EXERCISE DETAILS: Give the number of lines in the records below that include "reached". Reply with that number alone.

INFORMATION PROVIDED:

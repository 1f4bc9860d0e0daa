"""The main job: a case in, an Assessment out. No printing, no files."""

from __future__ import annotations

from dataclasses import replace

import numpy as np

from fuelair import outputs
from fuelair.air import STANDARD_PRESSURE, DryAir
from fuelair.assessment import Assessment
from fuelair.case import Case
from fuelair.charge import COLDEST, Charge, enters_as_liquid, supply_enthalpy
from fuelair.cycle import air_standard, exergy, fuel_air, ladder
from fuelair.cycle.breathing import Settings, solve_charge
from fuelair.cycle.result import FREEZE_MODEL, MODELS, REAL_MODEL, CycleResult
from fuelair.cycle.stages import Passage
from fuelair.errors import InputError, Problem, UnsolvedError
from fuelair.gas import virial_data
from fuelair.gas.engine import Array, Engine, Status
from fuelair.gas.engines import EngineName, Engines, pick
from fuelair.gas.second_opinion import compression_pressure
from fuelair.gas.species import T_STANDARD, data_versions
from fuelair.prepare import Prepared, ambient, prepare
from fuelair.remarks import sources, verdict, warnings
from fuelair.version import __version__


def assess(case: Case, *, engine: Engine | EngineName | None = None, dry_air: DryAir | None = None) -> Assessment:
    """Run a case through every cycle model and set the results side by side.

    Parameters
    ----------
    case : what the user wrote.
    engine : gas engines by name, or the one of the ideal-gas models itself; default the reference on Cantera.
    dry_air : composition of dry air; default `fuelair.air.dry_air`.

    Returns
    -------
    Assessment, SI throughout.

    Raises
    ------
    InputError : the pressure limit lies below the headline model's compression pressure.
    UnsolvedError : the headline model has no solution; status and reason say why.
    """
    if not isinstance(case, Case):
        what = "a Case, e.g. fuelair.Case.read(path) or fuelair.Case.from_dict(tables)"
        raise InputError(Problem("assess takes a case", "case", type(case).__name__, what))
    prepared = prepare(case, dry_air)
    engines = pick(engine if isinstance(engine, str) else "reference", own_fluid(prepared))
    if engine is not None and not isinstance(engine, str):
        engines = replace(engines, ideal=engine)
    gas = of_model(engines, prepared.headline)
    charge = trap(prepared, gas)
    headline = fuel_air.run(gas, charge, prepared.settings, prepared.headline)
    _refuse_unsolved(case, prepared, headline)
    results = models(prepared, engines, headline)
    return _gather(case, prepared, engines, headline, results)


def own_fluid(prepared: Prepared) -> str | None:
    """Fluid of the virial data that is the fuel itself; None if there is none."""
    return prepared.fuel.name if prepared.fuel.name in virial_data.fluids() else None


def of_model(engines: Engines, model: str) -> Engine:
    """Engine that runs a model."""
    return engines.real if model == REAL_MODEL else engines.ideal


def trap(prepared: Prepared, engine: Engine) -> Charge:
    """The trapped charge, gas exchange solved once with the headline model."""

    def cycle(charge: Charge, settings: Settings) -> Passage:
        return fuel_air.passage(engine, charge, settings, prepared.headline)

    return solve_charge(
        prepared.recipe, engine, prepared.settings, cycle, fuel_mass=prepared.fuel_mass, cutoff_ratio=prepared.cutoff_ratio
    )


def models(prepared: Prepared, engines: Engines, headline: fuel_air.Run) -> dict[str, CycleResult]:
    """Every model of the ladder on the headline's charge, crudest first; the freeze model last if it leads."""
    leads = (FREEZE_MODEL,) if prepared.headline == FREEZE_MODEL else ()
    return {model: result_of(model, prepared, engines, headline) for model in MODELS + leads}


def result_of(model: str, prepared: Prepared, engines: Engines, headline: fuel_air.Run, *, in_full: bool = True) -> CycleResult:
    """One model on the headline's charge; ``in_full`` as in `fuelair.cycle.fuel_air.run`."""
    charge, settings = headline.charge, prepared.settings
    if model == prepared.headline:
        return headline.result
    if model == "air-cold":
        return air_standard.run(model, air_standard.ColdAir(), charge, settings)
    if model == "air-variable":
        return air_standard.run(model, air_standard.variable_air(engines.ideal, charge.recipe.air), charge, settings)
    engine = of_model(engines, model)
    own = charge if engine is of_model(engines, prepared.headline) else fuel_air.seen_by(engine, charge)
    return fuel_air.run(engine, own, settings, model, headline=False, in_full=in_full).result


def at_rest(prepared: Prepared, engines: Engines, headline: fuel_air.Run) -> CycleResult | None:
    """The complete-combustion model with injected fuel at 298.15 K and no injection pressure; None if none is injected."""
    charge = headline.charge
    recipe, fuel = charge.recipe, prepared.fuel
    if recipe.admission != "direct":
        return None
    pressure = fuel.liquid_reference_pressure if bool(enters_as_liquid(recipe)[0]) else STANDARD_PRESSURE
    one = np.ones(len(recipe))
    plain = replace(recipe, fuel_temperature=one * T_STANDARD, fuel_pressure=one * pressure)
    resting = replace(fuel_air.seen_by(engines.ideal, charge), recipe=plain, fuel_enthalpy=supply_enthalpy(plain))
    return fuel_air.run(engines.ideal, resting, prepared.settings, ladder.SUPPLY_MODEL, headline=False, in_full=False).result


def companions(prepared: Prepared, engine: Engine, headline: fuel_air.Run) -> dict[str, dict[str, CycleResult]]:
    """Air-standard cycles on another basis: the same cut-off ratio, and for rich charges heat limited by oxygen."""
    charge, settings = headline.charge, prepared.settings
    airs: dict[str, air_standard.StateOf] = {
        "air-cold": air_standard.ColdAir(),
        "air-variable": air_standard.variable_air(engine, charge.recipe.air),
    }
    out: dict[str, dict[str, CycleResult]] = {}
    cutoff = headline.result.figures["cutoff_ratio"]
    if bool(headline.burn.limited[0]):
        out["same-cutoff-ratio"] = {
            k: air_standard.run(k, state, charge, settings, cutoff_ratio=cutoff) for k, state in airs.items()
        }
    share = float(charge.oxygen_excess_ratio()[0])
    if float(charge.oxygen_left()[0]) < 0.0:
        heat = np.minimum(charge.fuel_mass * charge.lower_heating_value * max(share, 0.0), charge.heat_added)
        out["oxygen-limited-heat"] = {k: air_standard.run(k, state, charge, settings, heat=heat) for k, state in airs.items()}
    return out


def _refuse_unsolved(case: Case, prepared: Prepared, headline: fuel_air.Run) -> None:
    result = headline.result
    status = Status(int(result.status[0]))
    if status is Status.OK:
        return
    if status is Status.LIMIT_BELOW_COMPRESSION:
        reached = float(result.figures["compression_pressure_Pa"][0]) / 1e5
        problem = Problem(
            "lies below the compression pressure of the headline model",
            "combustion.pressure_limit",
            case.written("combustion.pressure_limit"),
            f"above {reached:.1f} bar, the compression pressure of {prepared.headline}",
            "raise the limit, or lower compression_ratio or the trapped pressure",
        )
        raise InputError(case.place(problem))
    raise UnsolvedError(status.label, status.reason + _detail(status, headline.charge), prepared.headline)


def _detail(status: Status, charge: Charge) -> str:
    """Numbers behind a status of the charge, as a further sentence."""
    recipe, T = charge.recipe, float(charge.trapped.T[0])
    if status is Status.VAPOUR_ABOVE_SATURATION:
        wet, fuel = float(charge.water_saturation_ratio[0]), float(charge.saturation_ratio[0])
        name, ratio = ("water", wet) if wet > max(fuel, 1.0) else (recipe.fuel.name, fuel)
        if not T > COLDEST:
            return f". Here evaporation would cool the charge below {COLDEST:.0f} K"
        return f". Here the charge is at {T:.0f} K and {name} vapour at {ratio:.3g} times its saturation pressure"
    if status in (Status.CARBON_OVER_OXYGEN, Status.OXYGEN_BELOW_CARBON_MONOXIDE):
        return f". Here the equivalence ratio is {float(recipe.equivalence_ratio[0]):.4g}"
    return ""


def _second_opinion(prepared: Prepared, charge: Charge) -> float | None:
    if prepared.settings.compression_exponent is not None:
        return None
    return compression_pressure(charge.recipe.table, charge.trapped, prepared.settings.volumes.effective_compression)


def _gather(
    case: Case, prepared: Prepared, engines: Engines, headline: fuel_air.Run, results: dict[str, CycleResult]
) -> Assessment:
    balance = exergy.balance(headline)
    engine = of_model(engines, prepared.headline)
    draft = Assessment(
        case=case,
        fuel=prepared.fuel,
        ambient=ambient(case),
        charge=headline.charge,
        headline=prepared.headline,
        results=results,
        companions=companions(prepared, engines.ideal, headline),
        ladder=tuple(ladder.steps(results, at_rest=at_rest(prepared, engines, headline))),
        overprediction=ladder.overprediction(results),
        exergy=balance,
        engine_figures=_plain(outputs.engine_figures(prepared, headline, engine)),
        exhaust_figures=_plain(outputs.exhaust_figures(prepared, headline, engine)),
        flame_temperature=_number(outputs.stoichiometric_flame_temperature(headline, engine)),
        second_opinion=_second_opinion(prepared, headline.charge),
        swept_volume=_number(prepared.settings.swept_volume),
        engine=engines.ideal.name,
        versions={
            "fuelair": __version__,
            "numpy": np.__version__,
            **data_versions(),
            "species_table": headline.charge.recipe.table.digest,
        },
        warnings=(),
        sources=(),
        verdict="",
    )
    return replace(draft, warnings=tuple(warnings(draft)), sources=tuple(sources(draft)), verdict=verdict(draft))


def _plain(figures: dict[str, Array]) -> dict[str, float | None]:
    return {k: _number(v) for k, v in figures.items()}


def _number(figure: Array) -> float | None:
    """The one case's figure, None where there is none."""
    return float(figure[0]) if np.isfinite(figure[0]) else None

* * *

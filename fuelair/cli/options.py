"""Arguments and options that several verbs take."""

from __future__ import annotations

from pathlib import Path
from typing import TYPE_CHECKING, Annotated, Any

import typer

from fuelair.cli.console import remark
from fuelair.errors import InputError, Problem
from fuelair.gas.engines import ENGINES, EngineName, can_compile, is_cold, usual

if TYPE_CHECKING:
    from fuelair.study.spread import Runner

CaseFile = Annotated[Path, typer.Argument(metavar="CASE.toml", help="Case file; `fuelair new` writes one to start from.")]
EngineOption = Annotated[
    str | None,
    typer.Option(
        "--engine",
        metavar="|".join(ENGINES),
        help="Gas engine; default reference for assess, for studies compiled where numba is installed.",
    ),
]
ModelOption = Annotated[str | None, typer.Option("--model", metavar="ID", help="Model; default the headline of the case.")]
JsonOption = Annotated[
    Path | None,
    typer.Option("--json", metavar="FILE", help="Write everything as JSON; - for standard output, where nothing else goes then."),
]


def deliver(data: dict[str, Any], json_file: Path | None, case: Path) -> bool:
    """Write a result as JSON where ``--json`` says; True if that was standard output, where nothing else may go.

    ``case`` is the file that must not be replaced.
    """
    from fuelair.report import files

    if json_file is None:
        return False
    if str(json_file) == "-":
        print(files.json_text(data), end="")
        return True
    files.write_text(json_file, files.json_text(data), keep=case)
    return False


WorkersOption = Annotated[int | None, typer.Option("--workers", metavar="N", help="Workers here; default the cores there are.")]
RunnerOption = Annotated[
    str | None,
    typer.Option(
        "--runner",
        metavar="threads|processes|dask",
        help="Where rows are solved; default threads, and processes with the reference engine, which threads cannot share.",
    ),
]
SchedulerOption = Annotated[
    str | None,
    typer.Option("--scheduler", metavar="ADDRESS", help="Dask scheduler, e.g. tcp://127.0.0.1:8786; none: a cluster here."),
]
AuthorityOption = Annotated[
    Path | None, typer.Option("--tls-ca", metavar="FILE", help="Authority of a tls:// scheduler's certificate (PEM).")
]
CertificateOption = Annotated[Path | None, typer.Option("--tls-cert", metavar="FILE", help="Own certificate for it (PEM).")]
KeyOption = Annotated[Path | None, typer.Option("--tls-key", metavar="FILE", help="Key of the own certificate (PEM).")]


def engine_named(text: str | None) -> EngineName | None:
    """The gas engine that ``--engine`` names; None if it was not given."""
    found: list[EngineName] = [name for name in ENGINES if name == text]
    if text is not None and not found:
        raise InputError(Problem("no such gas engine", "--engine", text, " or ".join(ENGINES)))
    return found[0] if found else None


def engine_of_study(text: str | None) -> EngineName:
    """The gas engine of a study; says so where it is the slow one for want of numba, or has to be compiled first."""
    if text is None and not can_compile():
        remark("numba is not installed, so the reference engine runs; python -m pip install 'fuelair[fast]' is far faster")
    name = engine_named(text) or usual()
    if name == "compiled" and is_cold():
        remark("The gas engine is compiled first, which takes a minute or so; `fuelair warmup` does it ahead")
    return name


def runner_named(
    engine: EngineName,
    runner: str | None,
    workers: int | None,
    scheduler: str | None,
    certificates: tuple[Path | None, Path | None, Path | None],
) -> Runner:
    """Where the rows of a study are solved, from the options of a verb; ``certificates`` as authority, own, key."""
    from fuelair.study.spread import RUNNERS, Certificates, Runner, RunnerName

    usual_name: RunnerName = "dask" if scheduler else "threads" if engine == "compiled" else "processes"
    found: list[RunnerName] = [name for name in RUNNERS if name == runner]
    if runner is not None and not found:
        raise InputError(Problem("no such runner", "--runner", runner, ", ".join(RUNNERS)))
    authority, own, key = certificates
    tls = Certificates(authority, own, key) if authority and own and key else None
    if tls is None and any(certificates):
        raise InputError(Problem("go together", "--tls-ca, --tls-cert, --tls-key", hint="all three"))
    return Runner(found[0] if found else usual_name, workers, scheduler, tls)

WRITTEN ANSWER: 2